Return every line of the records that includes the string "flat".

(Data for processing)

impl<R: Real> Float for Traced<R> {
    fn nan() -> Self {
        Self::constant(R::nan())
    }
    fn infinity() -> Self {
        Self::constant(R::infinity())
    }
    fn neg_infinity() -> Self {
        Self::constant(R::neg_infinity())
    }
    fn neg_zero() -> Self {
        Self::constant(R::neg_zero())
    }
    fn min_value() -> Self {
        Self::constant(R::min_value())
    }
    fn min_positive_value() -> Self {
        Self::constant(R::min_positive_value())
    }
    fn epsilon() -> Self {
        Self::constant(R::epsilon())
    }
    fn max_value() -> Self {
        Self::constant(R::max_value())
    }
    fn is_nan(self) -> bool {
        self.v.is_nan()
    }
    fn is_infinite(self) -> bool {
        self.v.is_infinite()
    }
    fn is_finite(self) -> bool {
        self.v.is_finite()
    }
    fn is_normal(self) -> bool {
        self.v.is_normal()
    }
    fn classify(self) -> FpCategory {
        self.v.classify()
    }
    fn integer_decode(self) -> (u64, i16, i8) {
        self.v.integer_decode()
    }
    fn is_sign_positive(self) -> bool {
        self.v.is_sign_positive()
    }
    fn is_sign_negative(self) -> bool {
        self.v.is_sign_negative()
    }
    fn floor(self) -> Self {
        Self::flat(self.v.floor())
    }
    fn ceil(self) -> Self {
        Self::flat(self.v.ceil())
    }
    fn round(self) -> Self {
        Self::flat(self.v.round())
    }
    fn trunc(self) -> Self {
        Self::flat(self.v.trunc())
    }
    fn fract(self) -> Self {
        self - self.trunc()
    }
    fn signum(self) -> Self {
        Self::flat(self.v.signum())
    }
    /// Decided on the value, like a backward's `if x < 0`.
    fn abs(self) -> Self {
        if self.v < R::zero() {
            -self
        } else {
            self
        }
    }
    fn max(self, other: Self) -> Self {
        if other.v > self.v || self.v.is_nan() {
            other
        } else {
            self
        }
    }
    fn min(self, other: Self) -> Self {
        if other.v < self.v || self.v.is_nan() {
            other
        } else {
            self
        }
    }
    fn clamp(self, min: Self, max: Self) -> Self {
        self.max(min).min(max)
    }
    fn abs_sub(self, other: Self) -> Self {
        if self.v > other.v {
            self - other
        } else {
            Self::zero()
        }
    }
    fn mul_add(self, a: Self, b: Self) -> Self {
        self * a + b
    }
    fn recip(self) -> Self {
        Self::one() / self
    }
    fn powi(self, n: i32) -> Self {
        if n == 0 {
            return Self::one();
        }
        let v = self.v.powi(n);
        let nf = <f64 as From<i32>>::from(n);
        let lower = self.v.powi(n - 1);
        // x^(n−1) carries up to |n−1| + 1 roundings of its own, and the
        // argument's error times its derivative (none for n = 1).
        let slope = if n == 1 {
            0.0
        } else {
            (nf - 1.0) * self.v.powi(n - 2).as_f64()
        };
        let lower_err = w(slope, self.ev) + (nf.abs() + 1.0) * lower.as_f64().abs();
        let (g, eg) = from_value(nf, lower, lower_err);
        self.unary(v, nf.abs() + 1.0, g, eg)
    }
    fn powf(self, n: Self) -> Self {
        if n.d == R::zero() && n.ev == 0.0 && n.ed == 0.0 {
            // A constant exponent: g = n·x^(n−1) = n·v/x.
            let v = self.v.powf(n.v);
            let x = self.x();
            let g = n.v * v / self.v;
            let rel = w((n.x() - 1.0) / x, self.ev);
            return self.unary(v, LIBRARY, g, g.as_f64().abs() * (rel + LIBRARY + 2.0));
        }
        // x^y = exp(y·ln x), with the library's value.
        let composed = (n * self.ln()).exp();
        Traced {
            v: self.v.powf(n.v),
            ..composed
        }
    }
    fn sqrt(self) -> Self {
        let v = self.v.sqrt();
        let vf = v.as_f64();
        // The value's bound: μ/(2√x), or √(μ/u)-sized where x is near 0.
        let ev = if self.ev == 0.0 {
            0.0
        } else {
            (self.ev / (2.0 * vf)).min((self.ev * 2.0 / R::EPS).sqrt())
        } + vf;
        let g = R::from_f64(0.5) / v;
        let eg = w(g.as_f64() / vf, ev) + 2.0 * g.as_f64().abs();
        let mut t = self.unary(v, 1.0, g, eg);
        t.ev = ev;
        t
    }
    fn cbrt(self) -> Self {
        let v = self.v.cbrt();
        let g = R::one() / (R::from_f64(3.0) * v * v);
        let vf = v.as_f64();
        let eg =
            w(2.0 * g.as_f64() / vf, w(1.0 / (3.0 * vf * vf), self.ev)) + 3.0 * g.as_f64().abs();
        self.unary(v, LIBRARY, g, eg)
    }
    fn exp(self) -> Self {
        let v = self.v.exp();
        let ev = w(v.as_f64(), self.ev) + LIBRARY * v.as_f64().abs();
        self.unary(v, LIBRARY, v, ev)
    }
    fn exp2(self) -> Self {
        let v = self.v.exp2();
        let ev = w(v.as_f64() * std::f64::consts::LN_2, self.ev) + LIBRARY * v.as_f64().abs();
        let (g, eg) = from_value(std::f64::consts::LN_2, v, ev);
        self.unary(v, LIBRARY, g, eg)
    }
    fn exp_m1(self) -> Self {
        let v = self.v.exp_m1();
        let g = v + R::one();
        let ev = w(g.as_f64(), self.ev) + LIBRARY * v.as_f64().abs();
        self.unary(v, LIBRARY, g, ev + g.as_f64().abs())
    }
    fn ln(self) -> Self {
        let x = self.x();
        let g = R::one() / self.v;
        let eg = w(g.as_f64() / x, self.ev) + g.as_f64().abs();
        self.unary(self.v.ln(), LIBRARY, g, eg)
    }
    fn log2(self) -> Self {
        self.ln() * Self::constant(R::from_f64(std::f64::consts::LOG2_E))
    }
    fn log10(self) -> Self {
        self.ln() * Self::constant(R::from_f64(std::f64::consts::LOG10_E))
    }
    fn log(self, base: Self) -> Self {
        self.ln() / base.ln()
    }
    fn ln_1p(self) -> Self {
        let one_plus = self.v + R::one();
        let g = R::one() / one_plus;
        let eg = w(
            g.as_f64() / one_plus.as_f64(),
            self.ev + one_plus.as_f64().abs(),
        ) + g.as_f64().abs();
        self.unary(self.v.ln_1p(), LIBRARY, g, eg)
    }
    fn sin(self) -> Self {
        let (s, c) = self.v.sin_cos();
        let eg = w(s.as_f64(), self.ev) + LIBRARY * c.as_f64().abs();
        self.unary(s, LIBRARY, c, eg)
    }
    fn cos(self) -> Self {
        let (s, c) = self.v.sin_cos();
        let eg = w(c.as_f64(), self.ev) + LIBRARY * s.as_f64().abs();
        self.unary(c, LIBRARY, -s, eg)
    }
    fn sin_cos(self) -> (Self, Self) {
        (self.sin(), self.cos())
    }
    fn tan(self) -> Self {
        // tan′ = 1 + t².
        let t = self.v.tan();
        let tf = t.as_f64();
        let et = w(1.0 + tf * tf, self.ev) + LIBRARY * tf.abs();
        let g = R::one() + t * t;
        let eg = w(2.0 * tf, et) + 2.0 * tf * tf + g.as_f64().abs();
        self.unary(t, LIBRARY, g, eg)
    }
    fn asin(self) -> Self {
        // asin′ = 1/√(1 − x²): the difference cancels near |x| = 1.
        let x = self.x();
        let one_minus = R::one() - self.v * self.v;
        let g = R::one() / one_minus.sqrt();
        let gf = g.as_f64().abs();
        let e_inner = w(2.0 * x, self.ev) + x * x + one_minus.as_f64().abs();
        let eg = gf * (0.5 * e_inner * gf * gf + 2.0);
        self.unary(self.v.asin(), LIBRARY, g, eg)
    }
    fn acos(self) -> Self {
        let t = (-self).asin();
        Traced {
            v: self.v.acos(),
            ..t
        }
    }
    fn atan(self) -> Self {
        let x = self.x();
        let one_plus = R::one() + self.v * self.v;
        let g = R::one() / one_plus;
        let gf = g.as_f64().abs();
        let eg = gf * ((w(2.0 * x, self.ev) + x * x + one_plus.as_f64()) * gf + 1.0);
        self.unary(self.v.atan(), LIBRARY, g, eg)
    }
    fn atan2(self, other: Self) -> Self {
        // atan2(y, x) = atan(y/x) up to a constant on each branch.
        let t = (self / other).atan();
        Traced {
            v: self.v.atan2(other.v),
            ..t
        }
    }
    fn sinh(self) -> Self {
        let (s, c) = (self.v.sinh(), self.v.cosh());
        let eg = w(s.as_f64(), self.ev) + LIBRARY * c.as_f64().abs();
        self.unary(s, LIBRARY, c, eg)
    }
    fn cosh(self) -> Self {
        let (s, c) = (self.v.sinh(), self.v.cosh());
        let eg = w(c.as_f64(), self.ev) + LIBRARY * s.as_f64().abs();
        self.unary(c, LIBRARY, s, eg)
    }
    fn tanh(self) -> Self {
        // tanh′ = 1 − t², from the value: the subtraction keeps no digit
        // of a tiny 1 − t² once t rounds near ±1.
        let t = self.v.tanh();
        let tf = t.as_f64();
        let et = w(1.0 - tf * tf, self.ev) + LIBRARY * tf.abs();
        let g = R::one() - t * t;
        let eg = w(2.0 * tf, et) + tf * tf + g.as_f64().abs();
        self.unary(t, LIBRARY, g, eg)
    }
    fn asinh(self) -> Self {
        let x = self.x();
        let g = R::one() / (R::one() + self.v * self.v).sqrt();
        let gf = g.as_f64().abs();
        let eg = gf * ((w(x, self.ev) + x * x) * gf * gf + 3.0);
        self.unary(self.v.asinh(), LIBRARY, g, eg)
    }
    fn acosh(self) -> Self {
        let x = self.x();
        let g = R::one() / (self.v * self.v - R::one()).sqrt();
        let gf = g.as_f64().abs();
        let eg = gf * ((w(x, self.ev) + x * x) * gf * gf + 3.0);
        self.unary(self.v.acosh(), LIBRARY, g, eg)
    }
    fn atanh(self) -> Self {
        let x = self.x();
        let g = R::one() / (R::one() - self.v * self.v);
        let gf = g.as_f64().abs();
        let eg = gf * ((w(2.0 * x, self.ev) + x * x) * gf + 2.0);
        self.unary(self.v.atanh(), LIBRARY, g, eg)
    }
    fn hypot(self, other: Self) -> Self {
        let v = self.v.hypot(other.v);
        let t = (self * self + other * other).sqrt();
        Traced { v, ..t }
    }
    fn to_degrees(self) -> Self {
        self * Self::constant(R::from_f64(180.0 / std::f64::consts::PI))
    }
    fn to_radians(self) -> Self {
        self * Self::constant(R::from_f64(std::f64::consts::PI / 180.0))
    }
}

(End Data for processing)

_Task answer:_
        Self::flat(self.v.floor())
        Self::flat(self.v.ceil())
        Self::flat(self.v.round())
        Self::flat(self.v.trunc())
        Self::flat(self.v.signum())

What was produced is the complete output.